Ich muss jetzt mal meinen Frust über die Kinos, zumindest über die bei mir ablassen. 
Diese Woche startet Doctor Strange bei uns in den Kinos. Und wieder ist es so, dass man zum Start nur die 3D Versionen anschauen kann. 
Die normale 2D Version kommt dann erst 2-3 Wochen nach dem Start.  
Und nein. Ich möchte nicht die 3D Version anschauen. Ich finde die Preise zu übertrieben. 13€ für ein Ticket. 

Bei wem ist das auch so? Finde ich eine Frechheit von den Kinos.


----------



## taks (25. Oktober 2016)

*AW: Filme zum Kinostart erst in 3D und Wochen später 2D...*

Also bei meinem Stammkino kommt der von Anfang an in 2D & 3D.
Das Kino hat aber auch 10+ Säle.


PS: Ich mag 3D auch nicht


----------



## Kusanar (25. Oktober 2016)

*AW: Filme zum Kinostart erst in 3D und Wochen später 2D...*

Einerseits finde ich die Ticketpreise überzogen, andererseits vertrage ich den 3D-Effekt nicht so gut, ich bekomme da Augenschmerzen.
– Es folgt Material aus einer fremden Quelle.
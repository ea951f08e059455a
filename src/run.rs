//! The whole job: portfolio → inputs → association → per-structure assessment → outputs.
//!
//! Owns the order of the stages, the assessment window, the coverage summary, the comparison with
//! a previous run, and writing the output folder atomically (via `output::Staging`). The command
//! line (`cli`) resolves its arguments into [`RunOptions`] and calls [`analyse`] and [`write()`].

use std::collections::BTreeMap;
use std::path::{Path, PathBuf};

use anyhow::{Context, Result};
use rayon::prelude::*;

use crate::assess::{self, Member, RunContext, Window};
use crate::association::Role;
use crate::error::{InputError, Warnings};
use crate::ingest::{self, Inputs};
use crate::output::{self, PointRow, guard};
use crate::portfolio::{LookSide, Pass, Portfolio};
use crate::results::{Change, Coverage, PortfolioResult, Results, Status, StructureResult};

/// (structure, dataset, point id) of a screening verdict.
type VerdictKey<'a> = (usize, usize, &'a str);
/// (rejection reason, vertical velocity mm/yr) of a screening verdict.
type VerdictValue = (Option<&'static str>, Option<f64>);

/// Options of one run, resolved from the command line.
#[derive(Debug, Clone, Default)]
pub struct RunOptions {
    /// Output folder (None for `check`).
    pub out: Option<PathBuf>,
    /// Previous run's output folder to compare against.
    pub previous: Option<PathBuf>,
    /// Skip PDF rendering.
    pub no_reports: bool,
    /// Worker threads (None = all cores).
    pub jobs: Option<usize>,
    /// Show progress bars (only when stderr is a terminal).
    pub progress: bool,
    /// `(k, n)`: run only shard k of n (1-based).
    pub shard: Option<(usize, usize)>,
}

/// Everything a run produced in memory.
pub struct Analysis {
    /// The portfolio.
    pub portfolio: Portfolio,
    /// The inputs.
    pub inputs: Inputs,
    /// The results document.
    pub results: Results,
    /// points.csv rows.
    pub point_rows: Vec<PointRow>,
    /// Warnings.
    pub warnings: Warnings,
    /// The window.
    pub window: Window,
}

fn to_series_pass(p: Pass) -> crate::series::los::Pass {
    match p {
        Pass::Ascending => crate::series::los::Pass::Ascending,
        Pass::Descending => crate::series::los::Pass::Descending,
    }
}

fn to_series_look(l: LookSide) -> crate::series::los::LookSide {
    match l {
        LookSide::Right => crate::series::los::LookSide::Right,
        LookSide::Left => crate::series::los::LookSide::Left,
    }
}
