/// The `[structures]` section.
#[derive(Debug, Clone, Serialize)]
pub struct StructuresSpec {
    /// Path of the footprints GeoJSON, resolved.
    pub path: PathBuf,
    /// Feature property holding the structure id.
    pub id_property: String,
    /// CRS of the footprint coordinates (for a GeoPackage or Shapefile that declares its CRS,
    /// the file's CRS is used and must agree with this when it was given).
    pub crs: String,
    /// True when `crs` was written in the portfolio file (not the default).
    #[serde(skip)]
    pub crs_given: bool,
    /// Layer of a GeoPackage footprints file (None: its only feature layer).
    #[serde(skip_serializing_if = "Option::is_none")]
    pub layer: Option<String>,
}

/// Largest accepted `min_points`: a plausibility bound against typing errors (a minimum above it
/// would leave almost every structure insufficient). Plinth choice.
pub const MAX_MIN_POINTS: usize = 1000;
/// Smallest accepted `min_epochs`: the period displacement averages 3 valid epochs at each end
/// of the window (insar-methods.md §5.11 \[Rec\]), so fewer than 6 cannot give one.
pub const MIN_MIN_EPOCHS: usize = 6;
/// Largest accepted `min_epochs`: valid epochs per point are counted up to 65 535.
pub const MAX_MIN_EPOCHS: usize = u16::MAX as usize;
/// Largest accepted `min_span_years`: longer than any radar archive (plausibility bound). Plinth
/// choice.
pub const MAX_MIN_SPAN_YEARS: f64 = 50.0;

/// The `[assessment]` parameters with defaults applied.
#[derive(Debug, Clone, Serialize)]
pub struct AssessmentSettings {
    /// Footprint buffer for point association, m (default 5.0).
    pub buffer_m: f64,
    /// Outer radius of the surroundings ring measured from the footprint, m (default 50.0).
    pub surroundings_m: f64,
    /// Minimum temporal coherence of a kept point (default 0.7, insar-methods.md §6.1 \[Rec\]).
    pub min_coherence: f64,
    /// Minimum kept points on a structure; fewer → `insufficient_data` (default 5).
    pub min_points: usize,
    /// Minimum acquisitions inside the window (default 20, insar-methods.md §6.4).
    pub min_epochs: usize,
    /// Minimum time span of the window, years (default 1.0, insar-methods.md §6.4 \[Rec\]).
    pub min_span_years: f64,
    /// Robust z-score above which a point velocity is an outlier (default 3.0, insar-methods.md §7.3).
    pub outlier_z: f64,
    /// Height to eaves used when a footprint has no `height_m`, m (default 6.0: two-storey domestic).
    pub default_height_m: f64,
    /// Structure type used when a footprint has no `structure` property (default `masonry`).
    pub default_structure: String,
    /// Seed for every Monte Carlo and bootstrap step (default 20_240_101); results are reproducible.
    pub seed: u64,
    /// Monte Carlo draws for metric uncertainty (default 300).
    pub monte_carlo_draws: usize,
    /// Largest number of bootstrap draws B for the breakpoint test (default 999, insar-methods
    /// §5.8 \[D\]; the test stops earlier once its decision is known, see `series::breakpoint`).
    pub bootstrap_draws: usize,
    /// Largest condition number of the geometry matrix for an east–west + vertical
    /// decomposition (default 3.0, insar-methods.md §4.2 \[Rec\]); one east-looking and one
    /// west-looking geometry are required whatever the value.
    pub max_condition_number: f64,
    /// Largest angle between a footprint axis and east–west for a horizontal strain along it,
    /// degrees (default 20: the unseen north–south normal strain then weighs at most
    /// sin² 20° ≈ 12 %; docs/methods.md).
    pub strain_axis_max_angle_deg: f64,
}
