//! Points CSV reader ("wide" layout): one row per measurement point, one column per acquisition.
//!
//! Owns: delimiter detection (comma, semicolon, tab), UTF-8 BOM and CRLF handling, the column map,
//! epoch headers parsed with the dataset's `date_format`, unit conversion to mm and the LOS sign
//! convention (values are stored positive towards the satellite), per-row validation with the file
//! and line in every error, and streaming: rows are parsed one at a time and only points within
//! reach of some structure (a caller-supplied test on analysis-CRS coordinates) are kept, so memory
//! grows with the retained points, not with the file.
//!
//! Speed: the body is read in 8 MiB blocks cut at line ends and parsed in parallel pieces (rayon,
//! memchr for line ends and delimiters, fast-float2 for numbers); results merge in file order so
//! errors, line numbers and warnings are those of a row-by-row read. From the first row holding a
//! quote (or a bare carriage return) the rest of the file goes through the `csv` crate instead.
//! Memory: the block, the kept points, and 16 bytes per row for the duplicate-id check.
//!
//! It does not associate points with structures or screen them (see `association`).

use std::hash::{Hash, Hasher};
use std::io::Read;
use std::path::Path;

use chrono::NaiveDate;
use rayon::prelude::*;

use crate::association::PointAssociation;
use crate::coords::{GeographicCheck, Transformer, check_geographic};
use crate::error::{InputError, Warnings};
use crate::portfolio::{DatasetSpec, LosSign};

/// Largest plausible |LOS displacement| relative to the first epoch, mm. Larger values are errors.
pub const MAX_ABS_DISPLACEMENT_MM: f64 = 10_000.0;

pub use super::store::{Dataset, Point, PointRef, SeriesRef};
use super::store::{PerPoint, RowMeta, StoreBuilder};

fn detect_delimiter(header: &[u8]) -> u8 {
    let count = |d: u8| header.iter().filter(|&&b| b == d).count();
    let (c, s, t) = (count(b','), count(b';'), count(b'\t'));
    if t > c && t > s {
        b'\t'
    } else if s > c {
        b';'
    } else {
        b','
    }
}

/// Parse a number cell. Empty, `NaN`, `NA` and `null` are missing (None). Errors on anything else
/// that is not a finite number.
fn parse_cell(raw: &[u8]) -> Result<Option<f64>, String> {
    if let Some(v) = super::decimal::parse_plain(raw) {
        return Ok(Some(v));
    }
    let t = trim(raw);
    if t.is_empty()
        || t.eq_ignore_ascii_case(b"nan")
        || t.eq_ignore_ascii_case(b"na")
        || t.eq_ignore_ascii_case(b"null")
    {
        return Ok(None);
    }
    match fast_float2::parse::<f64, _>(t) {
        Ok(v) if v.is_finite() => Ok(Some(v)),
        Ok(_) => Err(format!(
            "`{}` is not a finite number",
            String::from_utf8_lossy(t)
        )),
        Err(_) => Err(format!("`{}` is not a number", String::from_utf8_lossy(t))),
    }
}

fn trim(b: &[u8]) -> &[u8] {
    let s = b
        .iter()
        .position(|c| !c.is_ascii_whitespace())
        .unwrap_or(b.len());
    let e = b
        .iter()
        .rposition(|c| !c.is_ascii_whitespace())
        .map_or(s, |p| p + 1);
    &b[s..e.max(s)]
}

fn id_hash(id: &[u8]) -> u64 {
    let mut h = std::collections::hash_map::DefaultHasher::new();
    id.hash(&mut h);
    h.finish()
}

/// Read a points file.
///
/// `to_analysis` maps the file's coordinates to the analysis CRS;
/// `associate(x, y)` (analysis CRS) decides whether a row is kept (`None`: out of reach) and
/// gives a kept point's association with the structures.
pub fn read_points(
    spec: &DatasetSpec,
    to_analysis: &Transformer,
    geographic: bool,
    associate: &(dyn Fn(f64, f64) -> Option<PointAssociation> + Sync),
    warnings: &mut Warnings,
) -> Result<Dataset, InputError> {
    let file = spec.path.as_path();
    let f = std::fs::File::open(file).map_err(|e| {
        InputError::new(
            file,
            "",
            format!("cannot open the points file: {e}"),
            "check the dataset path in the portfolio file",
        )
    })?;
    let expected_bytes = f.metadata().ok().map(|m| m.len());
    read_points_from(
        std::io::BufReader::with_capacity(1 << 20, f),
        file,
        spec,
        to_analysis,
        geographic,
        associate,
        expected_bytes,
        warnings,
    )
}

/// Bytes read per block of the points body (each block is parsed in parallel).
pub const BLOCK_BYTES: usize = 1 << 20;

/// Read the next block of whole lines: `carry` (the partial line left by the previous block) and
/// then at least [`BLOCK_BYTES`] more, cut after the last line end; the part after it becomes the
/// new `carry`. At the end of the file the block is everything left and `eof` is set. `buf` is a
/// recycled buffer (its contents are discarded).
fn read_block<R: std::io::Read>(
    reader: &mut R,
    carry: &mut Vec<u8>,
    eof: &mut bool,
    mut buf: Vec<u8>,
) -> std::io::Result<Vec<u8>> {
    buf.clear();
    buf.append(carry);
    loop {
        let want = (BLOCK_BYTES + buf.len()).saturating_sub(buf.len()) as u64;
        let n = reader.by_ref().take(want).read_to_end(&mut buf)?;
        if n == 0 {
            *eof = true;
            return Ok(buf);
        }
        if let Some(p) = memchr::memrchr(b'\n', &buf) {
            carry.extend_from_slice(&buf[p + 1..]);
            buf.truncate(p + 1);
            return Ok(buf);
        }
        // One line longer than the block: read more.
    }
}

/// `line` without its trailing `\n` / `\r\n`.
fn strip_eol(line: &[u8]) -> &[u8] {
    let l = line.strip_suffix(b"\n").unwrap_or(line);
    l.strip_suffix(b"\r").unwrap_or(l)
}
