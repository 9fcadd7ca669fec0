"""Records of a diagnosis (:class:`Finding`, :class:`Phase`, :class:`Diagnosis`) and the codes."""

from __future__ import annotations

from collections.abc import Mapping
from dataclasses import dataclass, field
from typing import Any

__all__ = ["SEVERITIES", "FINDING_CODES", "Finding", "Phase", "Diagnosis", "NO_FINDING"]

#: Severity order: "stop" (the run's answer is not usable as is), "caution", "note" — the
#: same words as the report's flags.
SEVERITIES = ("stop", "caution", "note")

#: code → (what it means, which part of the run it needs: "trace" rows, "full" trace rows,
#: or "run" — problem, certificate, events, audit — which every stored run has).
FINDING_CODES: dict[str, tuple[str, str]] = {
    "not_converged": ("the solver stopped before its optimality test was met", "run"),
    "tolerance_not_met": ("the status says converged but the certificate misses kkt_tol", "run"),
    "long_plateau": ("most iterations were spent on a plateau between the fast decrease and "
                     "the final tail", "trace"),
    "stall": ("the maximal violation did not improve by the stated factor over a window",
              "trace"),
    "cycling": ("the same few working-set pairs repeat", "full"),
    "objective_increase": ("the recorded dual objective rose between iterations", "trace"),
    "kernel_near_identity": ("off-diagonal kernel values near 0 (γ too large)", "run"),
    "kernel_near_constant": ("kernel values nearly all equal up to sign (γ too small or "
                             "unscaled features)", "run"),
    "unscaled_features": ("features not standardised and their spreads differ widely", "run"),
    "collinear_features": ("two features are almost perfectly correlated", "run"),
    "penalty_large": ("C too large for overlapping classes: huge multipliers and a slow "
                      "duality-gap tail", "run"),
    "penalty_small": ("every support vector sits at its upper bound C", "run"),
    "indefinite_kernel": ("the kernel matrix has negative eigenvalues", "run"),
    "curvature_fixes": ("non-positive pair curvature was replaced by τ during the run", "run"),
    "conflicting_duplicates": ("identical rows carry opposite labels", "run"),
    "class_imbalance": ("one class is much smaller than the other", "run"),
    "numerical_drift": ("the solver's incrementally updated figures differ from ones rebuilt "
                        "from scratch", "run"),
    "shrinking_undone": ("shrinking had to be undone and the run went on over re-opened "
                         "variables", "run"),
}

NO_FINDING = ("no finding: none of the checks found a sign of a hard problem or of trouble "
              "in the optimisation")


@dataclass(frozen=True)
class Finding:
    """One finding of a diagnosis.

    code : stable identifier (a key of :data:`FINDING_CODES`).  severity : stop / caution /
    note.  summary : one plain sentence with the figures.  evidence : plain data (iteration
    ranges, figures, rows or features involved).  action : the suggested change, in words;
    ``try_change`` the same as a what-if change (e.g. ``"standardise"``, ``"C=0.01"``) or None.
    """

    code: str
    severity: str
    summary: str
    evidence: Mapping[str, Any]
    action: str
    try_change: str | None = None

    def __post_init__(self) -> None:
        if self.code not in FINDING_CODES:
            raise ValueError(f"unknown finding code {self.code!r}")
        if self.severity not in SEVERITIES:
            raise ValueError(f"unknown severity {self.severity!r}")

    def to_dict(self) -> dict[str, Any]:
        return {"code": self.code, "severity": self.severity, "summary": self.summary,
                "evidence": dict(self.evidence), "action": self.action,
                "try": self.try_change}


@dataclass(frozen=True)
class Phase:
    """One phase of a run: ``name`` (fast_decrease / plateau / final_tail), first and last
    iteration (inclusive), iteration count, and the violation and objective at its ends."""

    name: str
    first: int
    last: int
    iterations: int
    violation_start: float
    violation_end: float
    objective_start: float
    objective_end: float

    def to_dict(self) -> dict[str, Any]:
        return dict(self.__dict__)


@dataclass(frozen=True, eq=False)
class Diagnosis:
    """What :func:`solver.diagnosis.diagnose` found for one run.

    findings : ordered stop → caution → note.  phases : the run's phases (empty without
    trace rows).  skipped : code → why that check could not run (e.g. no trace).
    checks : plain data of every figure the checks computed, found or not (windows,
    factors, thresholds, probe figures).
    """

    run_id: str | None
    status: str
    iterations: int
    trace_level: str | None
    findings: tuple[Finding, ...]
    phases: tuple[Phase, ...] = ()
    skipped: Mapping[str, str] = field(default_factory=dict)
    checks: Mapping[str, Any] = field(default_factory=dict)

    @property
    def codes(self) -> list[str]:
        """Finding codes in order."""
        return [f.code for f in self.findings]

    def worst(self) -> str | None:
        """The most severe severity present, or None without findings."""
        for s in SEVERITIES:
            if any(f.severity == s for f in self.findings):
                return s
        return None

    def statement(self) -> str:
        """One line: the count of findings by severity, or the plain no-finding sentence."""
        if not self.findings:
            return NO_FINDING
        parts = [f"{sum(f.severity == s for f in self.findings)} {s}" for s in SEVERITIES
                 if any(f.severity == s for f in self.findings)]
        return f"{len(self.findings)} finding(s): " + ", ".join(parts)

    def to_dict(self) -> dict[str, Any]:
        return {"run_id": self.run_id, "status": self.status, "iterations": self.iterations,
                "trace_level": self.trace_level, "statement": self.statement(),
                "findings": [f.to_dict() for f in self.findings],
                "phases": [p.to_dict() for p in self.phases],
                "skipped": dict(self.skipped), "checks": dict(self.checks)}
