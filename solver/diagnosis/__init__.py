"""Diagnosis of one run: why it was hard, where in the run it went wrong, what would change it.

:func:`diagnose` takes a :class:`~solver.run.RunRecord` (as loaded from the store, or
straight from a solve) and returns a :class:`Diagnosis`: findings with stable codes
(:data:`FINDING_CODES`), severities (stop / caution / note), evidence and a suggested
action, plus the run's phases and every figure the checks computed.  It reads only the
record's arrays and plain data — nothing here opens files or evaluates stored text — and
its cost is O(trace rows) for the series checks plus one gradient O(n·|S|·d) and a kernel
probe of PROBE_ROWS rows.

Checks that need trace rows (phases, stall, cycling, objective rises) are listed in
``skipped`` with the reason when the run was stored with ``trace="off"`` (cycling also
needs a full trace); the others still run.  Thresholds are module constants of
:mod:`._series` and :mod:`._problem`, stated in every finding's evidence.
"""

from __future__ import annotations

from dataclasses import replace
from typing import Any

import numpy as np

from ..certificate import certify
from ..kernels import PrecomputedKernel
from ..run import RunRecord
from ..status import Status
from . import _problem, _series
from ._records import FINDING_CODES, NO_FINDING, SEVERITIES, Diagnosis, Finding, Phase

__all__ = ["diagnose", "Diagnosis", "Finding", "Phase", "FINDING_CODES", "SEVERITIES",
           "NO_FINDING", "GAP_POINTS"]

#: snapshots of the run's second half at which the duality gap is rebuilt (penalty check)
GAP_POINTS = 5


def _pair_facts(record: RunRecord):
    prob = record.problem
    F = prob.features()
    precomputed = isinstance(prob.kernel, PrecomputedKernel)
    scale = float(np.median(np.linalg.norm(F[:200] - F[:200].mean(axis=0), axis=1))) or 1.0

    def describe(i: int, j: int) -> dict[str, Any]:
        opposite = bool(prob.y[i] != prob.y[j])
        if precomputed:
            kd = float(prob.kernel_block([i, i, j], [i, j, j])[[0, 0, 1], [0, 1, 2]] @
                       np.array([1.0, -2.0, 1.0]))
            rel = "zero curvature" if kd <= 0 else "distinct"
            return {"opposite_labels": opposite, "curvature": kd, "relation": rel}
        dist = float(np.linalg.norm(F[i] - F[j]))
        rel = ("exact duplicate" if dist == 0 else
               "near duplicate" if dist <= 1e-3 * scale else "distinct")
        if opposite and rel != "distinct":
            rel += ", opposite labels"
        return {"opposite_labels": opposite, "distance": dist, "relation": rel}

    return describe


def _gap_series(record: RunRecord) -> list[dict[str, Any]]:
    tr = record.result.trace
    if tr is None or tr.snapshot_iterations.size < 2:
        return []
    its = tr.snapshot_iterations
    half = np.flatnonzero(its >= its[-1] / 2)
    pick = np.unique(np.linspace(half[0], its.size - 1, min(GAP_POINTS, half.size)).astype(int))
    out = []
    for k in pick:
        c = certify(record.problem, tr.snapshots[k], kkt_tol=record.result.certificate.kkt_tol)
        out.append({"iteration": int(its[k]), "relative_gap": float(c.relative_gap),
                    "max_violation": float(c.max_violation)})
    return out


def _status_findings(record: RunRecord) -> list[Finding]:
    r, c = record.result, record.result.certificate
    if r.status != Status.CONVERGED:
        return [Finding(
            "not_converged", "stop",
            f"the run stopped with status {r.status.label} after {r.iterations} iterations: "
            f"maximal violation {c.max_violation:.3g} against kkt_tol {c.kkt_tol:g}, "
            f"relative duality gap {c.relative_gap:.3g}",
            {"status": r.status.label, "message": r.message, "iterations": int(r.iterations),
             "max_violation": c.max_violation, "kkt_tol": c.kkt_tol,
             "relative_gap": c.relative_gap},
            "its multipliers are not an optimal solution: resume it (kktrace resume) or act "
            "on the other findings first")]
    if not c.meets_tol:
        return [Finding(
            "tolerance_not_met", "stop",
            f"the status is converged but the certificate's maximal violation "
            f"{c.max_violation:.3g} exceeds kkt_tol {c.kkt_tol:g}",
            {"max_violation": c.max_violation, "kkt_tol": c.kkt_tol},
            "resume the run or re-run it with the same kkt_tol")]
    return []


def diagnose(record: RunRecord) -> Diagnosis:
    """Findings, phases and check figures for one SMO (or other) run; see the module notes."""
    res, prob = record.result, record.problem
    cert, tr = res.certificate, res.trace
    kkt_tol = float(cert.kkt_tol)
    precomputed = isinstance(prob.kernel, PrecomputedKernel)
    names = list(record.data.get("feature_names") or []) or None
    std = record.standardiser
    standardised = not bool(np.all(std.centre == 0) and np.all(std.scale == 1))
    findings = _status_findings(record)
    checks: dict[str, Any] = {}
    skipped: dict[str, str] = {}
    phases: tuple[Phase, ...] = ()

    cols = tr.columns if tr is not None else {}
    has_rows = tr is not None and tr.n_rows > 0 and "violation" in cols
    if has_rows:
        it = np.asarray(cols["iteration"])
        viol, objective = np.asarray(cols["violation"]), np.asarray(cols["objective"])
        wi, wj = np.asarray(cols["i"]), np.asarray(cols["j"])
        phases, plateau, checks["phases"] = _series.phases(it, viol, objective, kkt_tol=kkt_tol)
        st, stretch, checks["stall"] = _series.stall(it, viol, wi, wj, kkt_tol=kkt_tol)
        rise, checks["objective_increase"] = _series.objective_increase(it, objective)
        if st is not None and res.options.get("selection") == "first_order":
            st = replace(st, try_change="selection=second_order")
        findings += [f for f in (plateau, st, rise) if f is not None]
        if tr.level == "full":
            cyc, checks["cycling"] = _series.cycling(it, wi, wj, stretch, _pair_facts(record),
                                                      converged=res.status == Status.CONVERGED)
            if cyc is not None:
                findings.append(cyc)
        else:
            skipped["cycling"] = (f"needs a full trace (this run's trace is {tr.level}: "
                                  "sampled rows do not show consecutive pairs)")
    else:
        why = ("the run was stored without trace rows (trace level off)" if tr is not None
               else "the run has no trace")
        if tr is not None and tr.n_rows > 0:
            why = (f"the {tr.solver} trace has no per-iteration violation column (these "
                   "checks read SMO traces)")
        for code, (_, need) in FINDING_CODES.items():
            if need in ("trace", "full"):
                skipped[code] = f"needs the trace: {why}"

    events = tr.events if tr is not None else {"iteration": np.zeros(0, np.int64),
                                               "kind": np.zeros(0, np.int8),
                                               "value": np.zeros(0)}
    kinds = dict(tr.event_kinds) if tr is not None else {}
    if tr is not None:
        sh, checks["shrinking"] = _series.unshrink_reopened(events, kinds, prob.n,
                                                            int(res.iterations))
        if sh is not None:
            findings.append(sh)

    probe = _problem.kernel_probe(prob)
    checks["kernel_probe"] = probe
    sv_share = (cert.n_free + cert.n_bounded) / prob.n
    gamma = getattr(prob.kernel, "gamma", None)
    findings += _problem.conditioning(probe, sv_share, None if gamma is None else float(gamma))
    audit = record.attachments.get("audit") if record.attachments else None
    ind, checks["indefinite"] = _problem.indefinite(probe, audit, events, kinds,
                                                    prob.kernel.is_psd)
    findings += ind
    converged = res.status == Status.CONVERGED
    slow = (not converged) or res.iterations >= 50 * prob.n
    gaps = _gap_series(record) if slow else []
    scale = _problem.unscaled(prob, standardised, names, precomputed)
    findings += _problem.penalty(prob, np.asarray(res.alpha), cert, converged=converged,
                                 iterations=int(res.iterations), gap_series=gaps,
                                 unscaled=bool(scale))
    findings += _problem.duplicates(prob, precomputed)
    findings += _problem.imbalance(prob)
    findings += _problem.collinear(prob, names, precomputed)
    findings += scale
    last_value = float(cols["objective"][-1]) if has_rows else None
    loop_value = res.extra.get("loop_objective") if res.extra else None
    dr, checks["drift"] = _problem.drift(prob, np.asarray(res.alpha), cert, kkt_tol,
                                         None if loop_value is None else float(loop_value),
                                         last_value)
    findings += dr
    order = {s: k for k, s in enumerate(SEVERITIES)}
    findings.sort(key=lambda f: order[f.severity])
    return Diagnosis(run_id=record.run_id, status=res.status.label,
                     iterations=int(res.iterations),
                     trace_level=None if tr is None else tr.level, findings=tuple(findings),
                     phases=phases, skipped=skipped, checks=checks)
Sollte diese Taktik also auch hier bei uns um sich greifen, dann wars das wohl für mich mit Kino gehen...

Andererseits: Nach 2 bis 3 Wochen interessiert sich sowieso keine Sau mehr für den Film, dann wäre man vielleicht die nervigen Zuschauer los, die während dem Film mit Popcorn werfen, laut labern und ihr Handy bimmeln lassen müssen


----------